I tried to execute the following example on DL4J (loading pre-trained vectors file):
File gModel = new File("./GoogleNews-vectors-negative300.bin.gz");
Word2Vec vec = WordVectorSerializer.loadGoogleModel(gModel, true);
InputStreamReader r = new InputStreamReader(System.in);
BufferedReader br = new BufferedReader(r);
for (; ; ) {
System.out.print("Word: ");
String word = br.readLine();
if ("EXIT".equals(word)) break;
Collection<String> lst = vec.wordsNearest(word, 20);
System.out.println(word + " -> " + lst);
}
But it is super slow (taking ~10 minutes to calculate the nearest words, though they are correct).
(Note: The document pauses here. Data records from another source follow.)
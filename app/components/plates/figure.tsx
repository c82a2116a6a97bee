import type { Hardware } from "~/lessons/mark";
import { splitFigure, type FigureGroup, type FigureRow } from "./figures";

export type FigureSize = "normal" | "large" | "overlay";

// The unit is never smaller than half its figure: at arm's length a figure without its unit is twelve times wrong.
const SIZES: Readonly<Record<FigureSize, { figure: string; unit: string; second: string }>> = {
  normal: { figure: "text-5xl", unit: "text-3xl", second: "text-2xl" },
  large: { figure: "text-7xl", unit: "text-4xl", second: "text-3xl" },
  overlay: { figure: "text-4xl", unit: "text-2xl", second: "text-xl" },
};
const SMALLER: Readonly<Record<FigureSize, FigureSize>> = {
  normal: "overlay",
  large: "normal",
  overlay: "overlay",
};

const HARDWARE_WORDS: Readonly<Record<Hardware, string>> = {
  either: "",
  new: "With a new fastener",
  reused: "With a reused fastener",
};

function Row({ row, size }: { row: FigureRow; size: FigureSize }) {
  const { figure, unit, second } = SIZES[size];
  if (row.words) return <span className="font-figure text-2xl font-semibold">{row.first.figure}</span>;
  const other = row.second === null ? null : splitFigure(row.second);
  // A value with its band in brackets is long; it wraps after the unit.
  const [unitText, band] = row.first.unit.split(/ (?=\()/);
  return (
    <span className="flex flex-wrap items-baseline gap-x-5 gap-y-0">
      <span className={`font-figure leading-none font-semibold ${figure}`}>
        {row.first.before === "" ? null : <span className={`${unit} mr-2`}>{row.first.before}</span>}
        {row.angle ? "+ " : ""}
        {row.first.figure}
        {unitText === "" ? null : <span className={`${unit} ml-1.5`}>{unitText}</span>}
      </span>
      {band === undefined ? null : (
        <span className={`font-figure leading-tight font-semibold ${second}`}>{band}</span>
      )}
      {other === null ? null : (
        <span className={`font-figure leading-tight font-semibold ${second}`}>
          {other.before === "" ? "" : `${other.before} `}
          {other.figure}
          {other.unit === "" ? "" : ` ${other.unit}`}
        </span>
      )}
    </span>
  );
}

/** A value in full: one stage large, several as a numbered list in working order. */
export function Figures({ groups, size = "normal" }: { groups: readonly FigureGroup[]; size?: FigureSize }) {
  return groups.map(({ hardware, rows }) => (
    <div key={hardware} className="grid gap-1">
      {HARDWARE_WORDS[hardware] === "" ? null : <p className="font-semibold">{HARDWARE_WORDS[hardware]}</p>}
      {rows.length === 1 ? (
        <p>{rows[0] ? <Row row={rows[0]} size={size} /> : null}</p>
      ) : (
        <ol className="grid gap-1.5">
          {rows.map((row, index) => (
            <li key={index} className="flex items-baseline gap-3">
              <span className="w-4 shrink-0 text-sm font-semibold text-ink-soft">{index + 1}</span>
              <Row row={row} size={SMALLER[size]} />
            </li>
          ))}
        </ol>
      )}
    </div>
  ));
}
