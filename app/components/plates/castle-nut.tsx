/** How far a person is with a lesson. */
export type NutState = Readonly<{ seen: boolean; answered: boolean; shown: boolean; changedSince?: boolean }>;

// A castle nut from above: a hexagon with slots cut into the rim, one in the middle of every second flat.
// Drawn once, in a square of 36 with the nut's middle at 18, 18; logo and progress glyph share it.
const RADIUS = 16;
const FLAT = RADIUS * Math.cos(Math.PI / 6);
const SLOT = { width: 4.4, depth: 4.4 } as const;
/** The slots, clockwise from the top, in degrees; they fill in this order. */
const SLOTS = [0, 120, 240] as const;
export const HOLE_RADIUS = 5.6;

function turned(turn: number, x: number, y: number): string {
  const angle = (turn * Math.PI) / 180;
  const [sin, cos] = [Math.sin(angle), Math.cos(angle)];
  return `${(18 + x * cos - y * sin).toFixed(2)} ${(18 + x * sin + y * cos).toFixed(2)}`;
}

/** The outline with its slots cut in, as an SVG path. */
export const NUT_PATH = [0, 60, 120, 180, 240, 300]
  .map((turn, n) => {
    const half = SLOT.width / 2;
    const corner = `${n === 0 ? "M" : "L"}${turned(turn, -RADIUS / 2, -FLAT)}`;
    if (turn % 120 !== 0) return corner;
    const cut = [
      turned(turn, -half, -FLAT),
      turned(turn, -half, -FLAT + SLOT.depth),
      turned(turn, half, -FLAT + SLOT.depth),
      turned(turn, half, -FLAT),
    ];
    return `${corner}L${cut.join("L")}`;
  })
  .join("")
  .concat("Z");

function Key({ turn }: { turn: number }) {
  return (
    <rect
      x={18 - SLOT.width / 2}
      y={18 - FLAT - 1.6}
      width={SLOT.width}
      height={SLOT.depth + 1.6}
      transform={`rotate(${turn} 18 18)`}
      className="fill-enamel-text"
    />
  );
}

/** The words for a state, for people who do not see the drawing. */
export function nutWords(state: NutState): string {
  const reached = [state.seen && "seen", state.answered && "answered", state.shown && "shown"].filter(
    Boolean,
  );
  const words = reached.length === 0 ? "not started" : reached.join(", ");
  return state.changedSince ? `${words}; changed since` : words;
}

/**
 * The progress glyph: the open slots fill in turn, clockwise from the top: seen, answered, shown. Filled body when all
 * three are; a dashed outline when the lesson changed since.
 */
export function CastleNut({ state, size = 36 }: { state: NutState; size?: number }) {
  const all = state.seen && state.answered && state.shown;
  return (
    <svg viewBox="0 0 36 36" width={size} height={size} role="img" aria-label={nutWords(state)}>
      <path
        d={NUT_PATH}
        className={`stroke-ink ${all ? "fill-enamel-tint" : "fill-sheet"}`}
        strokeWidth={1.4}
        strokeLinejoin="round"
        {...(state.changedSince ? { strokeDasharray: "3 2.2" } : {})}
      />
      <circle cx={18} cy={18} r={HOLE_RADIUS} className="fill-paper stroke-ink" strokeWidth={1.2} />
      {state.seen ? <Key turn={SLOTS[0]} /> : null}
      {state.answered ? <Key turn={SLOTS[1]} /> : null}
      {state.shown ? <Key turn={SLOTS[2]} /> : null}
    </svg>
  );
}
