import type { AppliesTo, Mark, Side, Source } from "~/lessons/mark";
import type { Showing } from "~/lessons/showing";
import { yearsWords } from "~/lessons/vehicle-words";
import { formatLocalDate, localDateAt } from "~/training/local-date";
import type { UnitPreference } from "~/quantities/format";

/** How the reader wants values: which unit first, and the shop's time zone for days. A `Viewer` fits. */
export type PlateView = Readonly<{ units: UnitPreference; timeZone: string }>;

/** A day as a shop writes it: "2026-11-12" → "12 Nov 2026". What is no date stays as it is. */
export function dayWords(day: string): string {
  return formatLocalDate(day, false);
}

/** The shop's day of a moment. */
export function momentDay(at: number, timeZone: string): string {
  return dayWords(localDateAt(at, timeZone));
}

const SIDES: Readonly<Record<Side, string>> = {
  none: "",
  left: "left side",
  right: "right side",
  both: "both sides",
};

function sentence(parts: readonly string[]): string {
  const text = parts.filter((part) => part.trim() !== "").join(", ");
  return text === "" ? "" : text.charAt(0).toUpperCase() + text.slice(1);
}

/** Where on the car: "Front, left side". Sides are seen from the driver's seat. */
export function placeWords(mark: Pick<Mark, "position" | "side">): string {
  return sentence([mark.position.trim(), SIDES[mark.side]]);
}

/** What a value is narrowed to: "Only flanged nut, 2014–2016"; "" when it fits the whole lesson. */
export function appliesWords(applies: AppliesTo): string {
  const years = yearsWords(applies.yearFrom, applies.yearTo);
  const parts = [applies.variant, years, applies.engine, applies.drive].filter((part) => part.trim() !== "");
  return parts.length === 0 ? "" : `Only: ${parts.join(", ")}`;
}

function withDetail(words: string, detail: string): string {
  return detail.trim() === "" ? words : `${words}: ${detail.trim()}`;
}

/** The state of the threads. It has no default: what the source does not state is printed as not stated. */
export function conditionWords(mark: Pick<Mark, "condition" | "conditionDetail">): string {
  const detail = mark.conditionDetail.trim();
  switch (mark.condition) {
    case "not-stated":
      return "Thread condition not stated: do not oil";
    case "as-supplied":
      return "As supplied: do not clean off or add anything";
    case "clean-dry":
      return "Threads clean and dry";
    case "oiled":
      return withDetail("Threads oiled", detail);
    case "named-lubricant":
      return `Lubricant: ${detail || "see the source"}`;
    case "named-thread-locker":
      return `Thread locker: ${detail || "see the source"}`;
    case "pre-coated":
      return "Pre-coated: do not clean off or add anything";
    default:
      return mark.condition satisfies never;
  }
}

/** What else the source says on tightening, one sentence each, in the order of the work. */
export function torqueFacts(mark: Mark): string[] {
  const facts: string[] = [];
  if (mark.thread !== "" || mark.propertyClass !== "")
    facts.push(
      sentence([
        mark.thread && `thread ${mark.thread}`,
        mark.propertyClass && `property class ${mark.propertyClass}`,
      ]),
    );
  facts.push(conditionWords(mark));
  if (mark.reuse === "replace-always" && mark.reuseDetail.trim() !== "") facts.push(mark.reuseDetail);
  if (mark.reuse === "reuse") facts.push(withDetail("The fastener may be reused", mark.reuseDetail));
  if (mark.reuse === "reuse-if") facts.push(`Reuse the fastener only if ${mark.reuseDetail || "it passes"}`);
  if (mark.reuse === "measure-and-decide")
    facts.push(withDetail("Measure the fastener, then decide on reuse", mark.reuseDetail));
  if (mark.tightenAt === "hanging") facts.push("Tighten with the wheels hanging");
  if (mark.tightenAt === "ride-height") facts.push("Tighten at ride height, weight on the wheels");
  if (mark.tightenAt === "ride-height-by-jack") facts.push("Tighten at ride height, by a jack under the arm");
  if (mark.tightenedState !== "") facts.push(sentence([mark.tightenedState]));
  if (mark.runDown === "included") facts.push("Run-down torque is included in the value");
  if (mark.runDown === "add-what-the-wrench-shows")
    facts.push("Run-down torque: add what the wrench shows while running down");
  if (mark.wheelLoad === "before-weight") facts.push("Tighten before the wheel or the bearing takes weight");
  if (mark.wheelLoad === "after-weight") facts.push("Final tightening with the wheels on the ground");
  if (mark.sequence !== "") facts.push(`Tightening order: ${mark.sequence}`);
  if (mark.checkAgain === "never") facts.push("Do not re-pull: loosen, replace, start again");
  if (mark.checkAgain === "after-distance" || mark.checkAgain === "after-time")
    facts.push(`Check again after ${mark.checkAgainDetail || "use, see the source"}`);
  return facts;
}

/** What the source leaves open, said plainly; "" when it leaves nothing open. */
export function notStatedWords(mark: Mark): string {
  const open = [
    mark.reuse === "not-stated" ? "reuse of the fastener" : "",
    mark.tightenAt === "not-stated" ? "height to tighten at" : "",
    mark.runDown === "not-stated" ? "run-down torque" : "",
    mark.checkAgain === "not-stated" ? "check again" : "",
  ].filter(Boolean);
  return open.length === 0 ? "" : `Not stated in the source: ${open.join(", ")}`;
}

const SOURCE_KINDS: Readonly<Record<Source["kind"], string>> = {
  maker: "Maker's information",
  "part-maker": "Part maker's sheet",
  standard: "Standard",
  bulletin: "Bulletin or recall",
  "shop-practice": "Shop practice",
};

/** Where a value was read: kind, title, edition, place, day and reader. Never hidden, never empty. */
export function sourceWords(source: Source | null): string {
  if (source === null) return "Source not recorded";
  const { kind, title, edition, dated, place, readOn, readBy } = source;
  const what = [title, edition, dated, place].filter((part) => part.trim() !== "").join(", ");
  const read = readOn === "" ? "" : `, read ${dayWords(readOn)}${readBy === "" ? "" : ` by ${readBy}`}`;
  return `${SOURCE_KINDS[kind]}: ${what}${read}`;
}

/** Who stands for the value. Shop practice is agreed by two, never checked. */
export function checkWords(mark: Pick<Mark, "check" | "source" | "inkedBy">, showing: Showing): string {
  const { check } = mark;
  if (check?.outcome === "disputed")
    return `Disputed ${dayWords(check.on)} by ${check.by}${check.reason === "" ? "" : `: ${check.reason}`}`;
  if (showing === "in-doubt") return "In doubt";
  if (check === null) return "Not yet checked";
  const practice = mark.source?.kind === "shop-practice";
  if (check.ownWork)
    return practice
      ? `Shop practice of one person, self-checked ${dayWords(check.on)} by ${check.by}`
      : `Self-checked ${dayWords(check.on)} by ${check.by}`;
  if (!practice) return `Checked ${dayWords(check.on)} by ${check.by}`;
  const first = mark.inkedBy !== "" && mark.inkedBy !== check.by ? `${mark.inkedBy} and ` : "";
  return `Agreed by two: ${first}${check.by}, ${dayWords(check.on)}`;
}
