"""Present cost spread evenly over the years, and over the steam they supply."""

from __future__ import annotations

from evenfire.errors import MoneyError, Problem
from evenfire.money.cash_flow import CashFlow
from evenfire.money.factors import capital_recovery_factor


def annuity(flow: CashFlow) -> float:
    """Equal yearly cost with the same present cost as the cash flow.

    For comparing with yearly budgets. Formula: present cost times the capital recovery factor of the
    discount rate and the horizon. On a nominal basis the amounts are equal in nominal money, on a
    real basis in money of the price date; the nominal annuity is the larger number of the two.

    Parameters
    ----------
    flow : CashFlow
        Costs over the horizon.

    Returns
    -------
    float
        Yearly cost [currency/a].

    References
    ----------
    Fuller and Petersen, NIST Handbook 135, 1996 edition (annual value).

    Examples
    --------
    >>> import numpy as np
    >>> from evenfire.money.terms import Finance
    >>> finance = Finance(
    ...     currency="EUR", price_date="2026-10", horizon_years=15, discount_rate=0.08, rate_basis="real"
    ... )
    >>> annuity(CashFlow(finance=finance, lines={"investment": np.array([100_000.0] + 15 * [0.0])}))
    11682.954494
    """
    finance = flow.finance
    return flow.present_cost * capital_recovery_factor(finance.discount_rate, finance.horizon_years)


def steam_cost_per_kg(flow: CashFlow, steam_kg_per_year: float) -> float:
    """What a kilogram of steam costs over the life: annuity over the yearly steam supplied.

    Parameters
    ----------
    flow : CashFlow
        Costs over the horizon, on the basis that also holds for the result.
    steam_kg_per_year : float
        Steam that reaches the process in a year [kg/a].

    Returns
    -------
    float
        Cost of steam [currency/kg].

    Raises
    ------
    MoneyError
        M107 if no steam is supplied.

    Notes
    -----
    Sunk costs of existing plant are not in it, so it is no price at which steam could be sold.
    """
    if not steam_kg_per_year > 0.0:
        raise MoneyError(
            Problem(
                code="M107",
                where="cost per tonne of steam",
                found=f"found {steam_kg_per_year:g} kg of steam a year",
                allowed="must be above 0 kg/a",
            )
        )
    return annuity(flow) / steam_kg_per_year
There is enough memory (-Xms20g -Xmx20g
).
When I run the same Word2Vec example from https://code.google.com/p/word2vec/
it gives the nearest words very quickly.
DL4J uses ND4J which claims to be twice as fast as Numpy: http://nd4j.org/benchmarking
Is there anything wrong with my code?
UPDATE: It is based on https://github.com/deeplearning4j/dl4j-0.4-examples.git (I didn't touch any dependencies, just tried to read the Google pre-trained vectors file). Word2VecRawTextExample works just fine (but the data size is relatively small).